Once, at a school dance where girls wore satin dresses with suede pumps, I strapped on sandals with flat heels I’d pried off to be even flatter, the nails clawing through. I paled when the teacher thought up a game: girls would pile shoes in the center of a ring, and each boy would pick a shoe and dance with its owner. Stealthily I tucked mine under the heap of suede or patent-leather shells with curvy insteps, hoping that some prospective suitor might see through it to the me myself. But no, my ragged heelless sandal remained unclaimed. I was a poor version of Cinderella, with no prince in sight. And then I was done for: the teacher hoisted my elongated shoe above her head as though it were a dead centipede, demanding, “Whose is this?” No need to ask again. I ran home barefoot in the rain, skidding on wet pavement.

Everything changed at sixteen, when I met Robert, who was my senior by nine years and at least as tall, at my grandfather’s funeral. His straight, tan hair fell forward when he spoke, and he swept it back in the manner of Farley Granger, a movie star I’d seen in Strangers on a Train. He had just finished his medical internship, and I was charmed to learn that he was the son of the doctor who delivered me. Better still, I could meet him after school and brush past the girls who disparaged my height. Best of all, he’d read Lord Byron’s poems at Harvard, and could quote the whole first stanza of “She Walks in Beauty.” He took me to the movies and, once, to a play, Rostand’s Cyrano de Bergerac, with José Ferrer. He called me his long-legged girl. And although it would take me years to have good sex, this was a caring introduction to it.

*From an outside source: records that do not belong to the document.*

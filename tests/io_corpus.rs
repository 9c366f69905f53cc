//! The committed malformed corpus (tests/data/malformed, written by
//! tools/make_malformed_corpus.rs): every file has the outcome its row of `expected.csv`
//! states: `accepted` with that many points, or `refused` with a one-line message naming the
//! file and containing the row's fragment. The point source agrees with `read_cloud`.

use std::collections::BTreeSet;
use std::path::Path;

use equiscan::io::{PointSource, read_cloud};

#[test]
fn every_corpus_file_has_its_expected_outcome() {
    let dir = Path::new(env!("CARGO_MANIFEST_DIR")).join("tests/data/malformed");
    let table = std::fs::read_to_string(dir.join("expected.csv")).unwrap();
    let mut listed = BTreeSet::new();
    let (mut accepted, mut refused) = (0, 0);
    let mut wrong = Vec::new();
    for line in table.lines().skip(1) {
        let mut parts = line.splitn(3, ',');
        let (Some(name), Some(outcome), Some(detail)) = (parts.next(), parts.next(), parts.next())
        else {
            panic!("bad row {line:?}");
        };
        listed.insert(name.to_string());
        let path = dir.join(name);
        let read = read_cloud(&path);
        let streamed = PointSource::open(&path).and_then(|mut s| {
            let mut c = s.empty_cloud(0);
            while s.read_into(&mut c, 16)? > 0 {}
            Ok(c)
        });
        match (outcome, &read) {
            ("accepted", Ok((cloud, _))) => {
                accepted += 1;
                if cloud.len().to_string() != detail {
                    wrong.push(format!("{name}: {} points, expected {detail}", cloud.len()));
                }
                if streamed.as_ref().ok() != Some(cloud) {
                    wrong.push(format!("{name}: the point source disagrees"));
                }
            }
            ("refused", Err(e)) => {
                refused += 1;
                let m = e.to_string();
                let one_line = !m.contains('\n') && m.starts_with(&format!("{}: ", path.display()));
                if !one_line || !m.contains(detail) {
                    wrong.push(format!("{name}: {m:?} should contain {detail:?}"));
                }
                if streamed.is_ok() {
                    wrong.push(format!("{name}: the point source accepted it"));
                }
            }
            (_, Ok((c, _))) => wrong.push(format!(
                "{name}: accepted ({} points), expected {outcome} {detail:?}",
                c.len()
            )),
            (_, Err(e)) => wrong.push(format!(
                "{name}: refused ({e}), expected {outcome} {detail}"
            )),
        }
    }
    let present: BTreeSet<String> = std::fs::read_dir(&dir)
        .unwrap()
        .map(|e| e.unwrap().file_name().to_string_lossy().into_owned())
        .filter(|n| n != "expected.csv")
        .collect();
    assert_eq!(present, listed, "every file has a row and every row a file");
    assert!(listed.len() >= 100, "{} files", listed.len());
    println!(
        "corpus: {} files, {accepted} accepted, {refused} refused",
        listed.len()
    );
    assert!(wrong.is_empty(), "{}", wrong.join("\n"));
}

The little romance didn’t last long, but in the heat of it I found in the school library a book covered in worn gray cloth, an anthology of sonnets from Wyatt through Thomas Hardy. “I am a little world, made cunningly / of Elements” were lines that flamed and roared. While I wasn’t sure of their meaning, the sounds of the words, and their urgency, had me enthralled. It was snowing outside, the streets white, the people vanishing before ghostlike buildings, and what I held in my hands was feeling and thought clearly defined in black print. John Donne was a name I said over and over, as though wanting to talk with him. I showed the poem to a teacher who read it aloud to me. Next day she showed me how to construct a sonnet, and I wrote one a day for at least a year. As a senior, I sent the whole sheaf along with my application to Bard College, and was accepted despite my indifferent grades.

Those years were not unhappy, but restricting. There were tight rules for dress and social behavior, laid out as evenly as the geometric blocks. When I grew old enough to take the subway alone, I rode downtown to Greenwich Village. I walked on streets that curved and deviated and crossed themselves, West Fourth meeting West Fourth. I went to a café called the Figaro and sat at a table with an open chessboard waiting for players. I stared at the game my mother had taught me. A woman sat at my table, across from me. I wondered what to say to her. No need. Without a word, she held out a hand offering me black or white. I chose, and we began our moves. I was free.